A presidente disse ainda que a Polícia Federal também está realizando investigações em paralelo às feitas pelo FBI, nos Estados Unidos, e pelo Ministério Público da Suíça. “É importante ter claro o seguinte: não se concluíram as investigações, mas houve indícios fortes para que esse processo seja feito pela Interpol e pelo Departamento de Justiça americano. Além disso, a própria Polícia Federal está tendo que fazer suas investigações. Em qualquer circunstância, temos dois períodos: um antes desse fato e outro depois do fato.”

Na investigação americana, são acusados de corrupção e pagamento de propina o ex-presidente da CBF – Confederação Brasileira de Futebol, José Maria Marin, o proprietário do grupo Traffic, José Hawilla, e José Margulies, argentino naturalizado brasileiro e ex-funcionário da Traffic, conhecido no meio do futebol como José Lázaro. O Departamento de Justiça dos Estados Unidos indiciou 14 pessoas até agora. José Maria Marin está preso na Suíça e deve ser extraditado aos EUA para julgamento.
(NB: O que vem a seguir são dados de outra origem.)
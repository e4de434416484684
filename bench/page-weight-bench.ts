// `npm run bench` (and `npm run bench -- --pages [--build] [--json]` alone): the page-weight report of the
// production build in .next: first-load JavaScript per page route and the lazily loaded chart chunk,
// against the budgets of issue 14 (chart pages ≤ 500 KB gzip, other pages ≤ 200 KB). Exits 1 when a page
// is over its budget or carries the charting library in its first load. Builds first with --build, or
// when there is no build yet.
import { spawnSync } from "node:child_process";
import fs from "node:fs";
import path from "node:path";
import {
  formatPageWeights,
  measurePageWeights,
  PageWeightError,
} from "../scripts/page-weight/page-weight";

const root = path.resolve(__dirname, "..");
const buildDir = path.join(root, ".next");
const json = process.argv.includes("--json");

if (process.argv.includes("--build") || !fs.existsSync(path.join(buildDir, "BUILD_ID"))) {
  process.stderr.write("[page-weight] Building the app (next build)…\n");
  const result = spawnSync(path.join(root, "node_modules", ".bin", "next"), ["build"], {
    cwd: root,
    stdio: ["ignore", "ignore", "inherit"],
    env: { ...process.env, NODE_ENV: "production" },
  });
  if (result.status !== 0) {
    process.stderr.write("[page-weight] next build failed.\n");
    process.exit(1);
  }
}

try {
  const report = measurePageWeights((file) => {
    // Only files inside the build folder are read.
    const full = path.resolve(buildDir, file);
    if (!full.startsWith(buildDir + path.sep)) return null;
    return fs.existsSync(full) ? fs.readFileSync(full) : null;
  });
  const builtAt = fs.statSync(path.join(buildDir, "BUILD_ID")).mtime.toISOString();
  if (json) process.stdout.write(`${JSON.stringify({ builtAt, ...report })}\n`);
  else process.stdout.write(`${formatPageWeights(report)}\n(built ${builtAt})\n`);
  process.exit(report.problems.length > 0 ? 1 : 0);
} catch (error) {
  if (!(error instanceof PageWeightError)) throw error;
  process.stderr.write(`[page-weight] ${error.message}\n`);
  process.exit(1);
}
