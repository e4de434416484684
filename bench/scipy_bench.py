"""The SciPy/NumPy counterparts of Emberline's benchmark steps, on the same files, as medians in ms.

parse: numpy.loadtxt; smoothing: scipy.signal.savgol_filter(9, 4); peaks: savgol_filter +
an asymmetric-least-squares continuum (a banded solver) + find_peaks(prominence) + peak_widths;
auto-calibration: find_peaks on the lamp + numpy.polyfit (SciPy has no pairing, so this is a floor);
full-analysis: the peaks step + numpy.searchsorted of the peaks into the sorted line table.
"""
import json
import sys
import time

import numpy as np
import scipy
from scipy import sparse
from scipy.signal import find_peaks, peak_widths, savgol_filter
from scipy.linalg import solveh_banded


# The same warm-up rule as bench/spectrum-bench.ts: at least this many runs, and for at least this long.
WARM_UP_RUNS = 5
WARM_UP_SECONDS = 0.3


def median_ms(fn, reps):
    warm_until = time.perf_counter() + WARM_UP_SECONDS
    runs = 0
    while runs < min(WARM_UP_RUNS, reps) or time.perf_counter() < warm_until:
        fn()
        runs += 1
    samples = []
    for _ in range(reps):
        start = time.perf_counter()
        fn()
        samples.append((time.perf_counter() - start) * 1e3)
    return float(np.median(samples))


def als(y, lam=1e6, p=0.01, iterations=10):
    """The asymmetric-least-squares continuum with a banded solver: W + lam D^T D is symmetric
    pentadiagonal, so scipy.linalg.solveh_banded (LAPACK's banded Cholesky) is the fair counterpart
    of Emberline's own pentadiagonal solve (a general sparse LU overstated the ratio ~10x)."""
    n = len(y)
    d = sparse.diags([1.0, -2.0, 1.0], [0, -1, -2], shape=(n, n - 2))
    penalty = lam * d.dot(d.transpose())
    # Upper banded form: row 0 the second superdiagonal, row 1 the first, row 2 the main diagonal.
    bands = np.zeros((3, n))
    bands[0, 2:] = penalty.diagonal(2)
    bands[1, 1:] = penalty.diagonal(1)
    main = penalty.diagonal(0)
    w = np.ones(n)
    for _ in range(iterations):
        bands[2] = main + w
        z = solveh_banded(bands, w * y, check_finite=False)
        w = p * (y > z) + (1 - p) * (y < z)
    return z


def noise(y):
    d2 = np.diff(y, 2)
    return np.median(np.abs(d2 - np.median(d2))) / (0.6744897501960817 * np.sqrt(6))


def peaks(y):
    smoothed = savgol_filter(y, 9, 4)
    corrected = smoothed - als(smoothed)
    sigma = noise(y)
    found, _ = find_peaks(corrected, prominence=5 * sigma)
    peak_widths(corrected, found, rel_height=0.5)
    return found


def main():
    folder = sys.argv[1]
    manifest = json.load(open(f"{folder}/manifest.json"))
    out = {"versions": f"scipy {scipy.__version__}, numpy {np.__version__}"}
    table = None
    for case in manifest:
        n, reps = case["points"], case["reps"]
        lamp = np.fromfile(case["lamp"], dtype=np.float64)
        flame = np.fromfile(case["flame"], dtype=np.float64)
        if table is None:
            table = np.sort(np.fromfile(case["table"], dtype=np.float64))
        x = np.arange(n, dtype=np.float64)
        lines = np.array(case["lampLines"])
        out[f"parse:{n}"] = median_ms(lambda: np.loadtxt(case["text"], delimiter=",", skiprows=1), max(3, reps // 4))
        out[f"smoothing:{n}"] = median_ms(lambda: savgol_filter(flame, 9, 4), reps)
        out[f"peaks:{n}"] = median_ms(lambda: peaks(flame), reps)

        def calibrate():
            found = peaks(lamp)
            k = min(len(found), len(lines))
            if k >= 4:
                np.polyfit(x[found[:k]], lines[:k], 3)

        out[f"auto-calibration:{n}"] = median_ms(calibrate, min(reps, 15))

        def analyse():
            found = peaks(flame)
            wavelengths = 350 + 540 * found / (n - 1)
            np.searchsorted(table, wavelengths - 0.5)
            np.searchsorted(table, wavelengths + 0.5)

        out[f"full-analysis:{n}"] = median_ms(analyse, reps)
    json.dump(out, sys.stdout)


main()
Durante o fim de semana, a grande discussão no meio do futebol foi sobre possíveis modificações nas sedes das Copas do Mundo de 2018, na Rússia, e de 2022, no Catar. No entanto, a FIFA, em comunicado à rede CNN, afirmou na segunda-feira que não há base legal para fazer mudanças nas próximas Copas. Segundo o comunicado, Rússia e Catar foram vencedores das Copas de 2018 e 2022 pelo voto democrático do Comitê Executivo.